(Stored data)
⟨

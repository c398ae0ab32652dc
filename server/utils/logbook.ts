/** Reading the Logbook: one load in full, the paged and filtered list, the CSV rows, loads awaiting a seal check. */
import { and, asc, desc, eq, inArray, isNull, sql, type SQL } from 'drizzle-orm'
import { loadCode, sealWindow } from '~~/utils/after'
import type { LoadListQuery } from '~~/utils/schemas/logbook'
import { nextDay, startOfDayIn } from '~~/utils/time'
import type { Database, Db } from './database'

/** A load of this household, or a 404 that reveals nothing about other households. */
export async function requireLoad(db: Db, householdId: string, loadId: string) {
  const [load] = await db.select().from(tables.canningLoads)
    .where(and(eq(tables.canningLoads.id, loadId), eq(tables.canningLoads.householdId, householdId)))
  if (!load) notFound('No such load in this household.')
  return load
}

type LoadRow = typeof tables.canningLoads.$inferSelect

/** The fields every load answer carries: its code, its seal window and its status in words. */
function loadSummary(load: LoadRow, now: Date, checked: boolean) {
  const window = load.endedAt && !checked ? sealWindow(load.endedAt, now) : null
  return {
    ...load,
    code: loadCode(load.number),
    sealCheck: window ? { status: window.status, dueAt: window.dueAt, byAt: window.byAt, reprocessBy: window.reprocessBy } : null,
  }
}

export async function loadDetail(db: Db, householdId: string, loadId: string) {
  const now = serverNow()
  const load = await requireLoad(db, householdId, loadId)
  const [lines, [check], photos, reprocessing, original] = await Promise.all([
    db.select().from(tables.loadLines).where(eq(tables.loadLines.loadId, load.id)).orderBy(asc(tables.loadLines.lineIndex)),
    db.select({ id: tables.sealChecks.id, checkedAt: tables.sealChecks.checkedAt, notes: tables.sealChecks.notes, checkedBy: tables.users.name })
      .from(tables.sealChecks).leftJoin(tables.users, eq(tables.users.id, tables.sealChecks.checkedBy))
      .where(eq(tables.sealChecks.loadId, load.id)),
    db.select({ id: tables.loadPhotos.id, contentType: tables.loadPhotos.contentType, bytes: tables.loadPhotos.bytes, originalName: tables.loadPhotos.originalName, createdAt: tables.loadPhotos.createdAt })
      .from(tables.loadPhotos).where(eq(tables.loadPhotos.loadId, load.id)).orderBy(asc(tables.loadPhotos.createdAt)),
    db.select({ id: tables.canningLoads.id, number: tables.canningLoads.number, status: tables.canningLoads.status })
      .from(tables.canningLoads).where(and(eq(tables.canningLoads.reprocessOfId, load.id), eq(tables.canningLoads.householdId, householdId))),
    load.reprocessOfId
      ? db.select({ id: tables.canningLoads.id, number: tables.canningLoads.number }).from(tables.canningLoads)
          .where(and(eq(tables.canningLoads.id, load.reprocessOfId), eq(tables.canningLoads.householdId, householdId)))
      : Promise.resolve([]),
  ])
  return {
    ...loadSummary(load, now, Boolean(check)),
    now,
    lines,
    check: check ?? null,
    photos,
    reprocessedIn: reprocessing.map(r => ({ ...r, code: loadCode(r.number) })),
    reprocessOf: original[0] ? { id: original[0].id, code: loadCode(original[0].number) } : null,
  }
}

const jarsOfLoad = sql<number>`(select coalesce(sum(${tables.loadLines.jars}), 0) from ${tables.loadLines} where ${tables.loadLines.loadId} = ${tables.canningLoads.id})`
const loadTime = sql`coalesce(${tables.canningLoads.startedAt}, ${tables.canningLoads.createdAt})`

function loadFilters(householdId: string, zone: string, query: Pick<LoadListQuery, 'recipeId' | 'cannerId' | 'from' | 'to'>): SQL {
  const where: SQL[] = [eq(tables.canningLoads.householdId, householdId)]
  if (query.cannerId) where.push(eq(tables.canningLoads.cannerId, query.cannerId))
  if (query.recipeId) {
    where.push(sql`exists (select 1 from ${tables.loadLines} where ${tables.loadLines.loadId} = ${tables.canningLoads.id} and ${tables.loadLines.recipeId} = ${query.recipeId})`)
  }
  // Date range by the household's calendar date the load started (inclusive at both ends).
  if (query.from) where.push(sql`${loadTime} >= ${startOfDayIn(query.from, zone).toISOString()}::timestamptz`)
  if (query.to) where.push(sql`${loadTime} < ${startOfDayIn(nextDay(query.to), zone).toISOString()}::timestamptz`)
  return and(...where)!
}

const sortColumns = {
  startedAt: loadTime,
  code: sql`${tables.canningLoads.number}`,
  canner: sql`${tables.canningLoads.cannerName}`,
  jars: jarsOfLoad,
  pressurePsi: sql`${tables.canningLoads.pressurePsi}`,
  processMinutes: sql`${tables.canningLoads.processMinutes}`,
} as const

/** One page of the Logbook, filtered and sorted by the database, with each load's lines. */
export async function listLoads(db: Database, householdId: string, query: LoadListQuery) {
  const now = serverNow()
  const where = loadFilters(householdId, await householdTimeZone(db, householdId), query)
  const descending = query.sort.startsWith('-')
  const key = query.sort.replace(/^-/, '') as keyof typeof sortColumns
  const order = descending ? sql`${sortColumns[key]} desc nulls last` : sql`${sortColumns[key]} asc nulls last`
  const [[total], rows] = await Promise.all([
    db.select({ n: sql<number>`count(*)` }).from(tables.canningLoads).where(where),
    db.select().from(tables.canningLoads).where(where)
      .orderBy(order, descending ? desc(tables.canningLoads.number) : asc(tables.canningLoads.number))
      .limit(query.pageSize).offset((query.page - 1) * query.pageSize),
  ])
  const ids = rows.map(r => r.id)
  const [lines, checks, photos] = ids.length
    ? await Promise.all([
        db.select().from(tables.loadLines).where(inArray(tables.loadLines.loadId, ids)).orderBy(asc(tables.loadLines.lineIndex)),
        db.select({ loadId: tables.sealChecks.loadId, checkedAt: tables.sealChecks.checkedAt }).from(tables.sealChecks).where(inArray(tables.sealChecks.loadId, ids)),
        db.select({ loadId: tables.loadPhotos.loadId, n: sql<number>`count(*)` }).from(tables.loadPhotos).where(inArray(tables.loadPhotos.loadId, ids)).groupBy(tables.loadPhotos.loadId),
      ])
    : [[], [], []]
  return {
    page: query.page,
    pageSize: query.pageSize,
    total: Number(total?.n ?? 0),
    sort: query.sort,
    now,
    rows: rows.map((load) => {
      const own = lines.filter(l => l.loadId === load.id)
      const check = checks.find(c => c.loadId === load.id)
      return {
        ...loadSummary(load, now, Boolean(check)),
        jars: own.reduce((s, l) => s + l.jars, 0),
        lines: own,
        checkedAt: check?.checkedAt ?? null,
        sealed: check ? own.reduce((s, l) => s + (l.sealed ?? 0), 0) : null,
        unsealed: check ? own.reduce((s, l) => s + (l.unsealed ?? 0), 0) : null,
        photos: Number(photos.find(p => p.loadId === load.id)?.n ?? 0),
      }
    }),
  }
}

/** Every load matching the filters (no paging), oldest first, for the CSV export. */
export async function loadsForExport(db: Database, householdId: string, query: Pick<LoadListQuery, 'recipeId' | 'cannerId' | 'from' | 'to'>) {
  const where = loadFilters(householdId, await householdTimeZone(db, householdId), query)
  const rows = await db.select().from(tables.canningLoads).where(where).orderBy(asc(loadTime), asc(tables.canningLoads.number))
  const ids = rows.map(r => r.id)
  const lines = ids.length ? await db.select().from(tables.loadLines).where(inArray(tables.loadLines.loadId, ids)).orderBy(asc(tables.loadLines.lineIndex)) : []
  return rows.flatMap(load => lines.filter(l => l.loadId === load.id).map(line => ({ load, line })))
}

/** Loads that came out and have no seal check yet, soonest due first. */
export async function loadsAwaitingCheck(db: Database, householdId: string) {
  const now = serverNow()
  const rows = await db.select().from(tables.canningLoads)
    .leftJoin(tables.sealChecks, eq(tables.sealChecks.loadId, tables.canningLoads.id))
    .where(and(eq(tables.canningLoads.householdId, householdId), eq(tables.canningLoads.status, 'done'), isNull(tables.sealChecks.id)))
    .orderBy(asc(tables.canningLoads.endedAt))
  const ids = rows.map(r => r.canning_loads.id)
  const lines = ids.length ? await db.select().from(tables.loadLines).where(inArray(tables.loadLines.loadId, ids)) : []
  const pending = await db.select().from(tables.canningLoads)
    .where(and(eq(tables.canningLoads.householdId, householdId), eq(tables.canningLoads.status, 'pending')))
    .orderBy(asc(tables.canningLoads.deadlineAt))
  const pendingLines = pending.length ? await db.select().from(tables.loadLines).where(inArray(tables.loadLines.loadId, pending.map(p => p.id))) : []
  return {
    now,
    due: rows.map(({ canning_loads: load }) => ({
      ...loadSummary(load, now, false),
      lines: lines.filter(l => l.loadId === load.id),
    })),
    reprocessing: pending.map(load => ({ ...loadSummary(load, now, false), lines: pendingLines.filter(l => l.loadId === load.id) })),
  }
}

⟩

## ACTIVITY
Repeat word for word the lines above that run from the line containing "rows: rows.map((load) =>" through the line containing "jars: own.reduce((s, l)", both ends included, and nothing else.

## FINAL ANSWER
    rows: rows.map((load) => {
      const own = lines.filter(l => l.loadId === load.id)
      const check = checks.find(c => c.loadId === load.id)
      return {
        ...loadSummary(load, now, Boolean(check)),
        jars: own.reduce((s, l) => s + l.jars, 0),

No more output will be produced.